Chocolate Swirl~ Vanilla Bean
The swirl in the chocolate is a rich black cocoa powder added to the part of the soap and swirled in. Lots of raw cocoa butter & and a little cocoa fragrance...after making this soap I had to make a pan of brownies to cure the chocolate craving in the house.
I'm gearing up for the farmers markets this spring! :gaptooth: 
7# log


----------



## rkintn (Dec 12, 2002)

That is some beautiful soap you've got there!


----------



## Guest (Feb 12, 2010)

Imagine getting your mouth washed out with that. lol


----------



## bcadybug (Jul 2, 2009)

Sure LOOKS good enough to eat.... 

Val


----------



## Tater'sPa (Jun 27, 2002)

Thanks!
Yup it smells good enough to eat....proof of that lies in the fact at some crafts shows I had found bite marks in a bar or two after a group of children would follow moms around in the booth :shocked:


----------



## Tirzah (May 19, 2006)

How beautiful!


----------



## MullersLaneFarm (Jul 23, 2004)

Loving the swirls!! Did you use a vertical or horizontal log mold???

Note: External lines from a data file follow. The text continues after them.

"""Useful ceilings, surplus modes, over-delivery reasons, wall-plug draw and magnitudes."""

from __future__ import annotations

import json
import pathlib

import pytest

import beamplan
from beamplan.cli.main import main
from beamplan.errors import LayoutError
from beamplan.physics.demand import ScannerTool, useful_ceiling_w

COATED = "layouts/coated-line.yaml"
TWO_BAY = "layouts/two-bay.yaml"

# One scanner by dose and wph (default tool) beside one given in watts.
SMALL = """\
layout: small
format: 1
sources: {src: {power: 3 kW, electrical: 4 MW, electrical_fixed: 1 MW{surplus}}}}}
elements:
  t1:
    kind: splitter
    outputs: {{a: {{fraction: [0.2, 0.8]}}, b: {{}}, c: {{fraction: [0, 0.5]}}}}
  att: {{kind: attenuator, transmission: [0.1, 1.0]}}
  d1: {{kind: dump}}
scanners:
  s1: {{dose: 30 mJ/cm^2, wph: 150{s1}}}
  s2: {{power: 200 W, max_power: 400 W}}
beamlines: ["src -> t1", "t1.a -> s1", "t1.b -> att -> s2", "t1.c -> d1"]
"""


def _small(tmp_path: pathlib.Path, surplus: str = "", s1: str = "") -> str:
    path = tmp_path / "small.yaml"
    text = SMALL.replace("{surplus}", surplus).replace("{s1}", s1)
    path.write_text(text.replace("{{", "{").replace("}}", "}"), encoding="utf-8")
    return str(path)


def _ceiling_default_tool() -> float:
    # Hand calculation (throughput model, shared/README.md): 300 J/m² × 0.026 m × 0.8 m/s
    # = 6.24 W at the wafer; ÷ (0.9 × 0.7^10 × 0.65 × 0.88²) = 487.6216 W at IF.
    return 487.6216494


def test_ceiling_bounds_a_dose_scanner(tmp_path: pathlib.Path) -> None:
    plan = beamplan.plan(_small(tmp_path))
    s1 = plan.scanner("s1")
    assert s1.useful_ceiling_w == pytest.approx(_ceiling_default_tool(), rel=1e-8)
    assert s1.delivered_w == pytest.approx(s1.useful_ceiling_w, rel=1e-6)
    assert plan.scanner("s2").delivered_w == pytest.approx(400.0, rel=1e-6)  # its max_power
    assert plan.scanner("s2").useful_ceiling_w is None  # given in watts: no ceiling
    # Both capped: the source is turned down, the rest left unused (hand calculation:
    # 487.62 W + 400 W / 0.1-1.0 attenuator at 1.0 = 887.62 W of 3 kW drawn).
    assert plan.source_used_w == pytest.approx(887.6216494, rel=1e-6)
    assert plan.unused_w == pytest.approx(3000 - 887.6216494, rel=1e-6)


def test_opt_out_and_lower_max_power(tmp_path: pathlib.Path) -> None:
    free = beamplan.plan(_small(tmp_path, s1=", cap_at_useful: false"))
    assert free.scanner("s1").delivered_w > 1000.0  # no ceiling: it takes the spare light
    lower = beamplan.plan(_small(tmp_path, s1=", max_power: 300 W"))
    assert lower.scanner("s1").delivered_w == pytest.approx(300.0, rel=1e-6)
    assert lower.scanner("s1").max_w == 300.0


def test_coated_line_litho_e1_stops_at_its_ceiling() -> None:
    plan = beamplan.plan(COATED)
    e1 = plan.scanner("litho-e1")
    # Hand calculation above: 30 mJ/cm² on the default-like full-field profile → 487.6 W.
    assert e1.useful_ceiling_w == pytest.approx(487.6216494, rel=1e-6)
    assert e1.delivered_w <= e1.useful_ceiling_w * (1 + 1e-6)
    assert e1.achieved_wph == pytest.approx(200.0, rel=1e-6)  # the stage limit still reached
    assert plan.losses.source_w == pytest.approx(
        plan.losses.delivered_w + plan.losses.absorbed_w + plan.losses.dumped_w, rel=1e-9)
    assert "useful ceiling" in e1.over_delivery_reason


@pytest.mark.parametrize("mode", ["turn-down", "dump", "attenuate"])
def test_surplus_modes_small(tmp_path: pathlib.Path, mode: str) -> None:
    plan = beamplan.plan(_small(tmp_path, surplus=f", surplus: {mode}"))
    base = beamplan.plan(_small(tmp_path))
    for s in plan.scanners:  # the scanners get exactly what the turned-down plan gives
        assert s.delivered_w == pytest.approx(base.scanner(s.id).delivered_w, rel=1e-7)
    loss = plan.losses
    assert loss.source_w == pytest.approx(loss.delivered_w + loss.absorbed_w + loss.dumped_w,
                                          rel=1e-9)
    assert plan.surplus_mode == mode
    if mode == "turn-down":
        assert plan.source_used_w == pytest.approx(base.source_used_w)
        assert plan.surplus_to == ()
    elif mode == "dump":
        # Hand calculation: output a keeps at least 20 %, and s1 is pinned at 487.62 W,
        # so the source gives at most 487.6216494 / 0.2 = 2438.108247 W; output c takes
        # up to 50 % of that: 1219.054124 W dumped (b keeps 731.4 W ≥ 400 W for s2).
        assert plan.source_used_w == pytest.approx(2438.108247, rel=1e-6)
        assert dict(plan.surplus_to)["d1"] == pytest.approx(1219.054124, rel=1e-6)
        assert loss.dumped_w == pytest.approx(1219.054124, rel=1e-6)
        assert plan.unused_w == pytest.approx(3000 - 2438.108247, rel=1e-6)
    else:
        # Hand calculation: the same 2438.108247 W at most; nothing dumped; output b
        # takes 2438.108 − 487.622 = 1950.486598 W and the attenuator passes 400 W of it
        # (transmission 0.205, within [0.1, 1]): 1550.486598 W absorbed as surplus.
        assert plan.source_used_w == pytest.approx(2438.108247, rel=1e-6)
        assert dict(plan.surplus_to)["att"] == pytest.approx(1550.486598, rel=1e-6)
        assert loss.dumped_w == pytest.approx(0.0, abs=1e-6)


def test_surplus_modes_coated_line(tmp_path: pathlib.Path) -> None:
    text = pathlib.Path(COATED).read_text(encoding="utf-8")
    att = tmp_path / "att.yaml"
    anchor = "    polarisation: 0.95"
    assert anchor in text
    att.write_text(text.replace(anchor, "    surplus: attenuate\n" + anchor), encoding="utf-8")
    plan = beamplan.plan(str(att))
    base = beamplan.plan(COATED)
    assert base.surplus_mode == "turn-down" and base.unused_w > 5000.0
    assert plan.source_used_w > base.source_used_w + 100.0  # a1 takes the surplus
    assert [eid for eid, _ in plan.surplus_to] == ["a1"]
    for s in plan.scanners:
        assert s.delivered_w == pytest.approx(base.scanner(s.id).delivered_w, rel=1e-7)
    dump = tmp_path / "dump.yaml"
    dump.write_text(text.replace(anchor, "    surplus: dump\n" + anchor), encoding="utf-8")
    with pytest.raises(LayoutError, match="no dump is reachable"):
        beamplan.plan(str(dump))  # coated-line has no dump


def test_over_delivery_two_bay_min_source() -> None:
    # The trunk's lower share bound forces more into bay A than its needs; where in
    # bay A the surplus lands is a tie between optima, so only bay A is asserted.
    plan = beamplan.plan(TWO_BAY, goal="min-source")
    over = [s for s in plan.scanners if s.headroom > 1e-6]
    assert over and max(s.headroom for s in over) > 0.25
    for s in over:
        assert s.id.startswith("litho-a"), s.id
        assert "trunk" in s.over_delivery_reason and "lower share bound" in s.over_delivery_reason
    met = [s for s in plan.scanners if s not in over]
    assert all(not s.over_delivery_reason for s in met)


FIXED = """\
layout: fixed
format: 1
sources: {src: {power: 2 kW}}
elements:
  t1: {kind: splitter, outputs: {a: {fraction: 0.5}, b: {}}}
scanners:
  s1: {power: 100 W}
  s2: {power: 600 W}
beamlines: ["src -> t1", "t1.a -> s1", "t1.b -> s2"]
"""


def test_over_delivery_fixed_split(tmp_path: pathlib.Path) -> None:
    path = tmp_path / "fixed.yaml"
    path.write_text(FIXED, encoding="utf-8")
    plan = beamplan.plan(str(path), goal="min-source")
    # Hand calculation: s2 needs 600 W from a fixed 50 % split, so 1.2 kW in, 600 W to s1.
    assert plan.scanner("s1").delivered_w == pytest.approx(600.0, rel=1e-6)
    assert "fixed split" in plan.scanner("s1").over_delivery_reason
    assert plan.scanner("s2").over_delivery_reason == ""


def test_fully_drawn_source_is_binding() -> None:
    plan = beamplan.plan("layouts/pilot-line.yaml")
    assert plan.sources[0].output_w == pytest.approx(plan.sources[0].available_w)
    assert any(b.family == "available" and b.subject == "halo-fel" for b in plan.binding)
    from beamplan.network.graph import build_network
    from beamplan.report.diagram import diagram_model

    network = build_network(beamplan.load("layouts/pilot-line.yaml"))
    model = diagram_model(network, beamplan.plan(network))
    assert "all power drawn" in model.boxes["halo-fel"].binds


def test_electrical_draw_follows_the_output(tmp_path: pathlib.Path) -> None:
    plan = beamplan.plan(_small(tmp_path))
    # Hand calculation: 1 MW fixed + (4 − 1) MW / 3 kW = 1000 W per W × 887.62 W
    # = 1.88762 MW at the planned output, not the 4 MW rating.
    assert plan.electrical_w == pytest.approx(1e6 + 1000.0 * 887.6216494, rel=1e-6)
    assert plan.electrical_per_delivered == pytest.approx(plan.electrical_w / plan.delivered_w)


@pytest.mark.parametrize(("keys", "words"), [
    ("electrical: 0 W", "must be above 0"),
    ("electrical: 1 kW", "below the EUV power"),
    ("electrical: 1 MW, electrical_fixed: 2 MW", "above the draw at full output"),
    ("electrical_fixed: 2 MW", "needs 'electrical'"),
    ("electrical: 5 MW, electrical_per_euv_watt: 500", "not both"),
    ("surplus: spill", "give one of turn-down, dump, attenuate"),
])
def test_electrical_and_surplus_keys_are_checked(tmp_path: pathlib.Path,
                                                 capsys: pytest.CaptureFixture[str],
                                                 keys: str, words: str) -> None:
    path = tmp_path / "bad.yaml"
    path.write_text(f"layout: bad\nformat: 1\nsources: {{src: {{power: 3 kW, {keys}}}}}\n"
                    "scanners: {s1: {power: 100 W}}\nbeamlines: ['src -> s1']\n",
                    encoding="utf-8")
    assert main(["check", str(path)]) == 1
    err = capsys.readouterr().err
    assert words in err and f"{path}:3:" in err and "Traceback" not in err


def test_electrical_per_euv_watt(tmp_path: pathlib.Path) -> None:
    path = tmp_path / "pw.yaml"
    path.write_text("layout: pw\nformat: 1\nsources: {src: {power: 10 kW, electrical_fixed: "
                    "2 MW, electrical_per_euv_watt: 500}}\nscanners: {s1: {power: 100 W, "
                    "max_power: 100 W}}\nbeamlines: ['src -> s1']\n", encoding="utf-8")
    plan = beamplan.plan(str(path))
    # Hand calculation: 2 MW + 500 × 100 W = 2.05 MW; full output 2 MW + 5 MW = 7 MW.
    assert plan.electrical_w == pytest.approx(2.05e6, rel=1e-9)
    assert plan.sources[0].electrical_full_w == pytest.approx(7e6, rel=1e-12)


@pytest.mark.parametrize(("source", "need"), [
    ("1 kW", "1 nW"), ("1 kW", "1e-12 W"), ("1 kW", "1e15 W"), ("2.5e26 W", "100 W")])
def test_magnitudes_refused_before_solving(tmp_path: pathlib.Path,
                                           capsys: pytest.CaptureFixture[str],
                                           source: str, need: str) -> None:
    path = tmp_path / "mag.yaml"
    path.write_text(f"layout: mag\nformat: 1\nsources: {{src: {{power: {source}}}}}\n"
                    f"scanners: {{s1: {{power: {need}}}}}\nbeamlines: ['src -> s1']\n",
                    encoding="utf-8")
    assert main(["plan", str(path)]) == 1
    err = capsys.readouterr().err
    # refused either by the planner's range (1 µW to 10 MW) or, for absurd values, by the
    # reader's range of any power (finite, at most 1e9 W); both state the range
    assert ("outside the range the planner handles" in err and "1 µW (1e-6 W)" in err) or (
        "at most 1e+09 W" in err)
    assert f"{path}:3:" in err or f"{path}:4:" in err
    assert "Traceback" not in err


def test_case_scaled_to_nothing_is_an_input_error(capsys: pytest.CaptureFixture[str]) -> None:
    code = main(["cases", TWO_BAY, "--scale", "fel-main.power=1e-118"])
    err = capsys.readouterr().err
    assert code == 1, err
    assert "outside the range the planner handles" in err and "Traceback" not in err


def test_solver_failure_is_an_input_error() -> None:
    from beamplan.optimise.magnitudes import solver_failure

    err = solver_failure(3, "unbounded")
    assert err.exit_code == 1 and "what" not in str(err) and "keep powers" in str(err)


def test_json_fields(tmp_path: pathlib.Path, capsys: pytest.CaptureFixture[str]) -> None:
    assert main(["plan", COATED, "--json", "-"]) == 0
    doc = json.loads(capsys.readouterr().out)
    e1 = next(s for s in doc["scanners"] if s["id"] == "litho-e1")
    assert e1["useful_ceiling_w"] == pytest.approx(487.6216494, rel=1e-6)
    assert e1["over_delivery_reason"]
    assert doc["surplus"]["mode"] == "turn-down" and doc["surplus"]["unused_w"] > 5000
    assert doc["electrical_w"] < 14e6  # turned down: less than the rating


def test_ceiling_matches_physics() -> None:
    assert useful_ceiling_w(ScannerTool(), 300.0) == pytest.approx(_ceiling_default_tool(),
                                                                   rel=1e-8)


@pytest.mark.parametrize("value", ["0 W", "1 kW"])
def test_case_electrical_below_the_euv_power(capsys: pytest.CaptureFixture[str],
                                             value: str) -> None:
    # fel-main gives 11 kW of EUV (layouts/two-bay.yaml): a draw of 0 W or 1 kW cannot
    # feed it (energy conservation); once a ValueError deep in the physics.
    code = main(["cases", TWO_BAY, "--set", f"fel-main.electrical={value}"])
    err = capsys.readouterr().err
    assert code == 1, err
    assert "below its EUV power" in err and "Traceback" not in err


def test_report_says_where_the_surplus_went(tmp_path: pathlib.Path,
                                            capsys: pytest.CaptureFixture[str]) -> None:
    main(["plan", _small(tmp_path, surplus=", surplus: dump")])
    out = " ".join(capsys.readouterr().out.split())  # lines wrap at 80 columns
    # Hand calculation in test_surplus_modes_small: 1219.05 W to d1, 561.9 W unused.
    assert "more drawn for the dumps (d1 1.22 kW" in out
    assert "power left unused at the source: 561.9 W of 3.00 kW available" in out


SPAN = """\
layout: span
format: 1
sources: {src: {power: 1e7 W}}
elements:
  t1: {kind: splitter, outputs: {a: {fraction: [0.1, 0.9]}, b: {}}}
  m1: {kind: mirror, reflectivity: 0.9, heat_limit: 1e7 W}
scanners:
  s1: {power: NEED}
  s2: {power: 1e7 W, max_power: 1e7 W}
beamlines: ['src -> m1 -> t1', 't1.a -> s1', 't1.b -> s2']
"""


@pytest.mark.parametrize("need", ["1e-6 W", "3e-5 W"])
@pytest.mark.parametrize("goal", ["headroom", "priority"])
def test_powers_spanning_thirteen_decades(tmp_path: pathlib.Path, need: str, goal: str) -> None:
    # Regression: simplex ended "unbounded" in stage 1 (exit 4, then exit 1); the
    # interior-point retry solves it. Hand calculation: 9 MW leave m1; s2 needs 10 MW
    # and can get at most 0.9 × 9 MW = 8.1 MW, so the common factor is 0.81.
    path = tmp_path / "span.yaml"
    path.write_text(SPAN.replace("NEED", need), encoding="utf-8")
    plan = beamplan.plan(str(path), goal=goal)
    assert plan.headroom_factor == pytest.approx(0.81, rel=1e-6)
    assert plan.scanner("s2").delivered_w == pytest.approx(8.1e6, rel=1e-6)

Sorry to hear you're having family problems. I said a prayer for you and your family


----------



## Tater'sPa (Jun 27, 2002)

MullersLaneFarm said:


> Loving the swirls!! Did you use a vertical or horizontal log mold???
> 
> Sorry to hear you're having family problems. I said a prayer for you and your family


Thanks! 
That's a horizontal mold, I cut my full size mold in half to be able to split batches when needed.
Thanks for the prayers, they are greatly appreciated! My Wife has fallen ill to a rare rheumatological disorder...this happened back in early July and has pretty much gotten worse....I'm now chief cook and bottle washer as well as taking care of her the farm n business...this is a terrible disorder! I hope we can get through it.


----------



## springvalley (Jun 23, 2009)

Oh how yummy!!! It looks absolutely delicious. Watch those kids, especially if you put any 'samples' out!! Makes me wish I had 'smellavision' on this computer as I'd love to take a wiff of that bar.

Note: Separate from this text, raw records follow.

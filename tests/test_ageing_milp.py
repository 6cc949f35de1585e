"""The maintenance MILP (HiGHS) against brute-force enumeration of every schedule."""

from __future__ import annotations

import math

import numpy as np
import pytest

from beamplan.analyses.maintenance_milp import MaintenanceModel, brute_force, evaluate, solve


def _model(seed: int, optics: int, windows: int, objective: str = "cost") -> MaintenanceModel:
    """A random small model: exponential ageing, clean to a fraction or replace to new.

    The log gain after a last reset (r, a) at checkpoint c is ln(restore_a) - k (T_c - T_r)
    (hand calculation for an exponential law at a fixed power).
    """
    rng = np.random.default_rng(seed)
    elements = tuple(f"m{i}" for i in range(optics))
    windows_h = tuple(1000.0 * (w + 1) for w in range(windows))
    horizon = 1000.0 * (windows + 1)
    checkpoints = [*windows_h, horizon]
    times = [0.0, *windows_h]
    actions = {}
    log_gain = {}
    for eid in elements:
        k = float(rng.uniform(2e-5, 8e-5))
        restore = float(rng.uniform(0.97, 1.0))
        acts = {"clean": (float(rng.integers(1, 5)), 4.0),
                "replace": (float(rng.integers(5, 12)), 24.0)}
        if rng.random() < 0.3:
            del acts["replace"]
        actions[eid] = acts
        starts = [(0, "new", 0.0)] + [
            (r, a, math.log(restore) if a == "clean" else 0.0)
            for r in range(1, windows + 1) for a in acts]
        for r, a, log0 in starts:
            for c in range(r + 1, len(checkpoints) + 1):
                log_gain[(eid, r, a, c)] = log0 - k * (checkpoints[c - 1] - times[r])
    paths = {}
    required = {}
    for s in range(2):
        members = [e for e in elements if rng.random() < 0.8] or [elements[0]]
        paths[f"s{s}"] = {e: float(rng.choice([1.0, 1.0, 2.5])) for e in members}
        required[f"s{s}"] = -float(rng.uniform(0.04, 0.15))
    return MaintenanceModel(elements, windows_h, horizon, actions, log_gain, paths, required,
                            objective)


CASES = [(seed, optics, windows, objective)
         for seed, (optics, windows) in enumerate([(2, 3), (2, 4), (3, 3), (2, 3), (3, 3),
                                                   (2, 4)])
         for objective in ("cost", "downtime")]


@pytest.mark.parametrize(("seed", "optics", "windows", "objective"), CASES)
def test_milp_matches_brute_force(seed: int, optics: int, windows: int, objective: str) -> None:
    model = _model(seed, optics, windows, objective)
    best = brute_force(model)  # every schedule enumerated (independent of the solver)
    got = solve(model)
    if best is None:
        assert got is None
        return
    assert got is not None and got.gap == 0.0
    assert got.objective_value == pytest.approx(best.objective_value)
    ok, value = evaluate(model, got.chosen)
    assert ok and value == pytest.approx(best.objective_value)


def test_some_cases_need_maintenance_and_some_cannot_be_held() -> None:
    # the cases are not trivial: some need actions (a test that cannot fail is a defect)
    results = [brute_force(_model(seed, o, w)) for seed, o, w, _ in CASES[::2]]
    assert any(r is not None and r.chosen for r in results)


def test_forbidding_the_only_action_that_helps_leaves_no_schedule() -> None:
    # hand calculation: one optic losing 0.1 per interval, need -0.15: clean at window 1
    m = MaintenanceModel(("m1",), (100.0,), 200.0, {"m1": {"clean": (5.0, 1.0)}},
                         {("m1", 0, "new", 1): -0.1, ("m1", 0, "new", 2): -0.2,
                          ("m1", 1, "clean", 2): -0.1}, {"s": {"m1": 1.0}}, {"s": -0.15})
    assert solve(m, forbid=[("m1", 1, "clean")]) is None
    assert brute_force(m) == solve(m)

I'm so sorry to hear about your wife, too. Just said a prayer for you and your family and will add you to our prayer list. 

Catherine


----------



## beaglady (Oct 7, 2002)

I'm sorry to hear about your wife's illness. 

Beautiful swirls, though.


----------



## Tinker (Apr 5, 2004)

Bill, good to see you here! Your soap is beautiful, as always. So sorry to hear about Jeanette. Hope you are able to get some good care for her, and that she gets some releif soon. It must be very hard on all of you. I'll keep the 3 of you in my thoughts & prayers.


----------



## Tater'sPa (Jun 27, 2002)

Tinker said:


> Bill, good to see you here! Your soap is beautiful, as always. So sorry to hear about Jeanette. Hope you are able to get some good care for her, and that she gets some releif soon. It must be very hard on all of you. I'll keep the 3 of you in my thoughts & prayers.

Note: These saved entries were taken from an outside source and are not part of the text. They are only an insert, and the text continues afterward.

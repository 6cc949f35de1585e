"""Properties of beamplan's plans on random layouts (hypothesis).

* Power conservation: the sources' output equals delivered + absorbed + dumped
  (1e-9 relative), each element's incident power equals absorbed + dumped +
  output (dumped: what a switch's deselected inputs bring to its beam stop), and
  every node's incident power equals what its links bring, re-computed here from
  the reported outputs and splitter settings; every limit holds.
* Monotonicity of the best common headroom factor t (the lowest delivered ÷
  need, which goal headroom maximises first):
  - more source power never lowers t (the old allocation stays feasible);
  - a lower reflectivity on one mirror never raises t when nothing downstream of
    it has a heat limit or max_power (for one setting of the adjustables every
    delivery falls with the reflectivity; test_analytic shows that with a heat
    limit downstream a lossier mirror CAN raise t);
  - dropping a scanner (its feed sent to a dump) never lowers the factor of the
    others (the old allocation stays feasible). The stronger "never lowers any
    other scanner's level" is not true of max-min fair allocations in general
    (freeing a scanner can let a neighbour rise and crowd out a third), so it is
    not tested.
  - scaling every need by k scales every level by 1/k (the LP is homogeneous in
    the needs; max_power and heat limits are in W and stay put, so this holds
    exactly only without them — they are removed first).
"""

from __future__ import annotations

import pytest
from hypothesis import HealthCheck, assume, given, settings
from hypothesis import strategies as st
from layoutgen import LayoutSpec, layout_specs
from test_crosscheck import abs_w, network_of, plan_of

from beamplan.network.behaviour import Behaviour
from beamplan.network.graph import Network
from beamplan.optimise.result import Plan

CONSERVATION_RTOL = 1e-9
LIMIT_RTOL = 1e-6
FACTOR_RTOL = 1e-7

PROPERTY = settings(max_examples=40, deadline=None,
                    suppress_health_check=[HealthCheck.too_slow, HealthCheck.filter_too_much])


def planned(net: Network, goal: str = "headroom") -> Plan:
    """beamplan's plan (HiGHS)."""
    return plan_of(net, goal)


def factor_tolerance(net: Network) -> float:
    # Common practice, no source: the factor is good to 1e-7 relative, or to the
    # power-scaled floor of test_crosscheck (HiGHS stops early on tiny factors).
    return abs_w(net, "highs") / max(s.need_w for s in net.scanners)


# -- conservation ------------------------------------------------------------------


def sent(net: Network, plan: Plan, tail: str, port: str | None) -> float:
    """The power a node sends down one of its links, from the reported plan."""
    node = net.node[tail]
    if node.is_source:
        return next(s.output_w for s in plan.sources if s.id == tail)
    element = plan.element(tail)
    if node.behaviour is Behaviour.SPLIT:
        assert isinstance(element.setting, tuple)
        fraction = dict(element.setting)[str(port)]
        efficiency = next(p.efficiency for p in node.ports if p.name == port)
        return efficiency * fraction * element.incident_w
    return element.output_w


def check_conservation(net: Network, plan: Plan) -> None:
    # Expected: conservation of energy (common practice, no source); every watt
    # drawn is delivered, absorbed by an element, or dumped.
    total = sum(s.output_w for s in plan.sources)
    scale = max(total, 1.0)
    delivered = sum(s.delivered_w for s in plan.scanners)
    dumped = sum(e.absorbed_w for e in plan.elements if e.kind == "dump") + \
        sum(e.dumped_w for e in plan.elements)  # a switch's deselected inputs
    absorbed = sum(e.absorbed_w for e in plan.elements if e.kind != "dump")
    assert total == pytest.approx(delivered + absorbed + dumped, rel=0,
                                  abs=CONSERVATION_RTOL * scale)
    losses = plan.losses
    assert losses.delivered_w == pytest.approx(delivered, rel=0, abs=CONSERVATION_RTOL * scale)
    assert losses.absorbed_w + losses.dumped_w == pytest.approx(
        absorbed + dumped, rel=0, abs=CONSERVATION_RTOL * scale)
    for e in plan.elements:
        output = 0.0 if e.kind == "dump" else e.output_w
        assert e.incident_w == pytest.approx(e.absorbed_w + e.dumped_w + output, rel=0,
                                             abs=CONSERVATION_RTOL * scale), e.id
        node = net.node[e.id]
        if node.behaviour is Behaviour.COMBINE and node.select is not None:
            # A switch passes g × its selected input; the rest ends on its beam stop.
            chosen = sum(sent(net, plan, lk.tail, lk.port) for lk in net.in_links[e.id]
                         if lk.tail == node.select)
            assert e.dumped_w == pytest.approx(e.incident_w - chosen, rel=0,
                                               abs=CONSERVATION_RTOL * scale), e.id
            assert e.output_w == pytest.approx(node.gain_max * chosen, rel=0,
                                               abs=CONSERVATION_RTOL * scale), e.id
        else:
            assert e.dumped_w == 0.0, e.id
    incident = {s.id: s.delivered_w for s in plan.scanners}
    incident.update({e.id: e.incident_w for e in plan.elements})
    for node_id, got in incident.items():
        brought = sum(sent(net, plan, lk.tail, lk.port) for lk in net.in_links[node_id])
        assert got == pytest.approx(brought, rel=0, abs=CONSERVATION_RTOL * scale), node_id


def check_limits(net: Network, plan: Plan) -> None:
    # Expected: the layout's own limits (heat_limit, max_power, source power,
    # fraction and transmission ranges), each to 1e-6 relative.
    def within(value: float, low: float, high: float) -> bool:
        return low - LIMIT_RTOL * max(abs(low), 1.0) <= value <= \
            high + LIMIT_RTOL * max(abs(high), 1.0)

    for s in plan.sources:
        assert within(s.output_w, 0.0, s.available_w), s.id
    for sc in plan.scanners:
        if sc.max_w is not None:
            assert within(sc.delivered_w, 0.0, sc.max_w), sc.id
    for e in plan.elements:
        node = net.node[e.id]
        if node.heat_limit_w is not None:
            assert within(e.absorbed_w, 0.0, node.heat_limit_w), e.id
        if node.behaviour is Behaviour.SPLIT:
            assert isinstance(e.setting, tuple)
            fractions = dict(e.setting)
            assert sum(fractions.values()) == pytest.approx(1.0, rel=1e-9)
            for p in node.ports:
                assert within(fractions[str(p.name)], p.fraction_min, p.fraction_max), e.id
        if node.behaviour is Behaviour.RANGE:
            assert isinstance(e.setting, float)
            assert within(e.setting, node.gain_min, node.gain_max), e.id


@PROPERTY
@given(layout_specs(), st.sampled_from(["headroom", "min-source", "priority"]))
def test_power_is_conserved_and_limits_hold(spec: LayoutSpec, goal: str) -> None:
    net = network_of(spec.yaml())
    plan = planned(net, goal)
    check_conservation(net, plan)
    check_limits(net, plan)


# -- monotonicity ----------------------------------------------------------------------


@PROPERTY
@given(layout_specs(max_scanners=15), st.floats(1.05, 3.0))
def test_more_source_power_never_lowers_the_factor(spec: LayoutSpec, scale: float) -> None:
    # Expected: the allocation for less power stays feasible (common practice, no source).
    net = network_of(spec.yaml())
    base = planned(net).headroom_factor
    more = spec.copy()
    sid = next(iter(more.sources))
    more.sources[sid]["power"] = round(more.sources[sid]["power"] * scale, 1)
    raised = planned(network_of(more.yaml())).headroom_factor
    assert raised >= base * (1 - FACTOR_RTOL) - factor_tolerance(net)


@PROPERTY
@given(layout_specs(max_scanners=15), st.data())
def test_lower_reflectivity_never_raises_the_factor(spec: LayoutSpec, data: st.DataObject
                                                    ) -> None:
    # Expected: for fixed settings every delivery falls with the reflectivity, and
    # with no limits downstream every setting stays feasible (see the module doc).
    mirrors = spec.mirrors()
    assume(mirrors)
    mirror = data.draw(st.sampled_from(mirrors))
    free = spec.without_limits(keep=mirror)
    net = network_of(free.yaml())
    base = planned(net).headroom_factor
    lower = free.copy()
    r = lower.elements[mirror]["reflectivity"]
    lower.elements[mirror]["reflectivity"] = round(r * data.draw(st.floats(0.5, 0.99)), 3)
    lowered = planned(network_of(lower.yaml())).headroom_factor
    assert lowered <= base * (1 + FACTOR_RTOL) + factor_tolerance(net)


@PROPERTY
@given(layout_specs(max_scanners=15), st.data())
def test_dropping_a_scanner_never_lowers_the_others_factor(spec: LayoutSpec,
                                                           data: st.DataObject) -> None:
    # Expected: the old allocation, with the dropped scanner's power dumped, is still
    # feasible for the others (common practice, no source).
    assume(len(spec.scanners) >= 2)
    gone = data.draw(st.sampled_from(sorted(spec.scanners)))
    net = network_of(spec.yaml())
    base = planned(net).headroom_factor
    dropped = planned(network_of(spec.drop_scanner(gone).yaml()))
    assert all(s.id != gone for s in dropped.scanners)
    assert dropped.headroom_factor >= base * (1 - FACTOR_RTOL) - factor_tolerance(net)


@PROPERTY
@given(layout_specs(max_scanners=12), st.sampled_from([0.5, 2.0, 4.0]))
def test_scaling_needs_scales_levels(spec: LayoutSpec, k: float) -> None:
    # Expected: delivered_j ≥ t × need_j with needs k × need_j has the solution
    # t / k for the same powers, so every level divides by k (hand calculation).
    free = spec.without_limits()
    net = network_of(free.yaml())
    base = planned(net)
    scaled = free.copy()
    for s in scaled.scanners.values():
        s["power"] = s["power"] * k
    other = planned(network_of(scaled.yaml()))
    tolerance = factor_tolerance(net)
    for a, b in zip(base.scanners, other.scanners, strict=True):
        assert b.delivered_w / b.need_w == pytest.approx(
            a.delivered_w / a.need_w / k, rel=1e-6, abs=tolerance), a.id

There you are tink!! miss ya from our old forum darlin! yeah I have been up to my eyeballs in bizzy but still pluggin away at those bills, I'm looking for spring time to get back in the markets too!
Good to see ya girl!
Here's another just cut,
Pearberry & Pomegranate


----------



## Up North (Nov 29, 2005)

Oh my! Your swirls are just gorgeous!!! I just went to a farmers market meeting today. I am so excited for the upcoming market season. I hope your wife gets to feeling better.


----------



## Ladyhen (Aug 28, 2004)

Beautiful as always, Bill!

Which markets are you planning to hit this year? Denver? Hickory? I have considered Lincolnton, but I don't know if it is worth it? I may head down to Gastonia...

Praying for your family. (((HUGS)))


----------



## Tinker (Apr 5, 2004)

Great to see you to Bill. And your soap is beautiful, as always. Love those swirls.


----------



## Tater'sPa (Jun 27, 2002)

Thanks y'all!
Hey there Christy ;-) Thanks! I'm going to focus on just one market right now in Denver......with Jeanette being down and I have planes for the market in South Charlotte on Tuesdays, I'm kinda looking into some farm friends carrying some of my products & eggs in Conover.....I gotta lotta stuff to get lined up......we'll see what happens!
You might want to try Conover too. 
lemme know if ya need anything! I hope y'all are doing ok!


----------